### Directions
Check each line below for "work" and say how many have it, with no other words.

(Stored data)
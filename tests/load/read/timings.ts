import { Agent, request } from 'node:http'
import { performance } from 'node:perf_hooks'

/** How long things took, ms. */
export interface Timings {
  note: (name: string, ms: number) => void
  /** The least time that a share of them (0 to 1) did not exceed. */
  quantile: (name: string, share: number) => number
}

export function createTimings(): Timings {
  const times = new Map<string, number[]>()
  return {
    note(name, ms) {
      const known = times.get(name)
      if (known) known.push(ms)
      else times.set(name, [ms])
    },
    quantile(name, share) {
      const sorted = (times.get(name) ?? []).toSorted((a, b) => a - b)
      return sorted[Math.max(0, Math.ceil(sorted.length * share) - 1)] ?? NaN
    },
  }
}

/** Does something and notes how long it took. */
export async function timed<T>(timings: Timings, name: string, work: () => Promise<T>): Promise<T> {
  const begun = performance.now()
  const result = await work()
  timings.note(name, performance.now() - begun)
  return result
}

/** Asks one server over a connection that stays open. */
export function createAsker(port: number, token: string) {
  const agent = new Agent({ keepAlive: true, maxSockets: 1 })
  return {
    /** The answer as it was parsed. @throws Error unless the status is 200 */
    get: (path: string): Promise<unknown> =>
      new Promise((resolve, reject) => {
        const headers = { authorization: `Bearer ${token}` }
        const sent = request({ host: '127.0.0.1', port, path, agent, headers }, (answer) => {
          const chunks: Buffer[] = []
          answer.on('data', (chunk: Buffer) => chunks.push(chunk))
          answer.on('error', reject)
          answer.on('end', () => {
            const text = Buffer.concat(chunks).toString('utf8')
            if (answer.statusCode !== 200) reject(new Error(`${path} answered ${answer.statusCode}: ${text}`))
            else resolve(JSON.parse(text))
          })
        })
        sent.on('error', reject)
        sent.end()
      }),
    close: () => agent.destroy(),
  }
}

### Answer for this exercise
2